Beijing attempted to pull the noose ever tighter as time went on. In 2014 China ordered a revision of the electoral law whereby candidates for the Hong Kong legislature had to be “registered” in Beijing. This influenced the selection of the territory’s chief executive, who has to be approved by the Hong Kong Legislative Council. Democracy and human rights activists saw this as a violation of universal suffrage and an attempt by Beijing to undermine Hong Kong’s status under “One Country, Two Systems.” The Umbrella movement occupied central Hong Kong between the end of September and mid- December. Again, neither the protests nor the umbrellas achieved the desired result.
In came Carrie Lam as chief executive. She is very much Beijing’s woman. Her draft law enabling Hong Kong to extradite criminals to the People’s Republic provoked a groundswell of opposition. This time one million took to the streets, one in every 7 inhabitants. The last demonstrations on such a scale in Hong Kong were in 1989, around the time of the uprisings in Tiananmen Square, when 1.5 million took to the streets. The size of last week’s protests were a surprise, given that several leaders of the umbrella movement were imprisoned this year.

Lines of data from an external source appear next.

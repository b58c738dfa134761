import { BreakpointObserver } from '@angular/cdk/layout';
import { ChangeDetectionStrategy, Component, computed, inject } from '@angular/core';
import { toSignal } from '@angular/core/rxjs-interop';
import { MatButtonModule } from '@angular/material/button';
import { MatDividerModule } from '@angular/material/divider';
import { MatFormFieldModule } from '@angular/material/form-field';
import { MatIconModule } from '@angular/material/icon';
import { MatListModule } from '@angular/material/list';
import { MatMenuModule } from '@angular/material/menu';
import { MatSelectChange, MatSelectModule } from '@angular/material/select';
import { MatSidenavModule } from '@angular/material/sidenav';
import { MatSnackBar } from '@angular/material/snack-bar';
import { MatToolbarModule } from '@angular/material/toolbar';
import { Router, RouterLink, RouterLinkActive, RouterOutlet } from '@angular/router';
import { map } from 'rxjs';

import { Auth } from '../auth/auth';
import { roleLabels } from '../auth/roles';
import { NAV_ITEMS } from './nav-items';

/** The frame around every signed-in page: toolbar, role-aware navigation, main region. */
@Component({
  selector: 'fl-shell',
  imports: [
    RouterOutlet,
    RouterLink,
    RouterLinkActive,
    MatToolbarModule,
    MatSidenavModule,
    MatListModule,
    MatIconModule,
    MatButtonModule,
    MatMenuModule,
    MatSelectModule,
    MatFormFieldModule,
    MatDividerModule,
  ],
  templateUrl: './shell.html',
  styleUrl: './shell.scss',
  changeDetection: ChangeDetectionStrategy.OnPush,
})
export class Shell {
  private readonly auth = inject(Auth);
  private readonly router = inject(Router);
  private readonly snackBar = inject(MatSnackBar);
  private readonly allNavItems = inject(NAV_ITEMS);

  protected readonly me = this.auth.me;
  protected readonly roleLabel = computed(() => {
    const me = this.me();
    return me ? roleLabels[me.role] : '';
  });
  protected readonly navItems = computed(() => {
    // Reading me() makes the list follow organisation switches.
    this.me();
    return this.allNavItems.filter((item) => !item.permission || this.auth.can(item.permission));
  });
  protected readonly hasSeveralOrganisations = computed(
    () => (this.me()?.organisations.length ?? 0) > 1,
  );
  protected readonly roleLabels = roleLabels;

  /** Narrow screens get an overlay drawer behind a menu button instead of a fixed column. */
  protected readonly narrow = toSignal(
    inject(BreakpointObserver)
      .observe('(max-width: 840px)')
      .pipe(map((state) => state.matches)),
    { initialValue: false },
  );

  protected async switchOrganisation(change: MatSelectChange<string>): Promise<void> {
    const previousId = this.me()?.organisation.id;
    if (change.value === previousId) return;
    try {
      const me = await this.auth.switchOrganisation(change.value);
      this.snackBar.open(`You are now working in ${me.organisation.name}.`, 'Close', { duration: 4000 });
      // The page in view belonged to the previous organisation and may not suit the new role.
      await this.router.navigateByUrl('/overview');
    } catch {
      // The error interceptor has told the person what went wrong; show the old choice again.
      change.source.value = previousId;
    }
  }

  protected async signOut(): Promise<void> {
    await this.auth.signOut();
    await this.router.navigateByUrl('/sign-in');
  }
}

All in all, the past two weeks have proved that “One Country, Two Systems” will always produce stress points. On the one hand we have an ascending global superpower, and on the other a small territory whose pro-democracy activists are supported by many NGOs. Overlaying the US-China trade tensions makes for heightened volatility.
So, what happened between 2014 and now?
The timing was significant, immediately after the 30th anniversary of the Tiananmen uprising. There are several demonstrations in China each year. They take place under wraps and the foreign press does not report them. Demonstrations on the scale seen in Hong Kong must cause unease among the leadership in Beijing.
Unlike in 2014, the demonstrators were joined by an increasing number of mainstream business leaders who feared the new law was bad for business, because it allowed anyone who had become cumbersome in the eyes of Beijing to be extradited. As many businesses have strong links to the mainland, it could leave their leaders vulnerable, which would in turn be bad for business. There seems to be some validity to that concern.
International reaction was interesting, too. When the protests turned violent on Wednesday, the speaker of the US House of Representatives, Nancy Pelosi, asked for Hong Kong to be treated like the People’s Republic and no longer exempted from trade sanctions
On Friday, Lam met her Chinese masters across the border in Shenzhen. As a result, she announced on Saturday that she would suspend the bill. This was probably too little, too late. The demonstrators had asked for the proposal to be scrapped, not postponed, and by Wednesday they had also asked for Lam’s resignation. There will be new protests on Sunday, although we can expect the numbers to be smaller.
All in all, the past two weeks have proved that “One Country, Two Systems” will always produce stress points. On the one hand we have an ascending global superpower, and on the other a small territory whose pro-democracy activists are supported by many NGOs. Overlaying the US-China trade tensions makes for heightened volatility.
Hong Kong will always be weaker than China, but the territory holds several strong cards: It is the fourth-largest trading partner of the People’s Republic, and Beijing needs the territory’s unfettered access to global capital markets and multinational corporations — for now at least.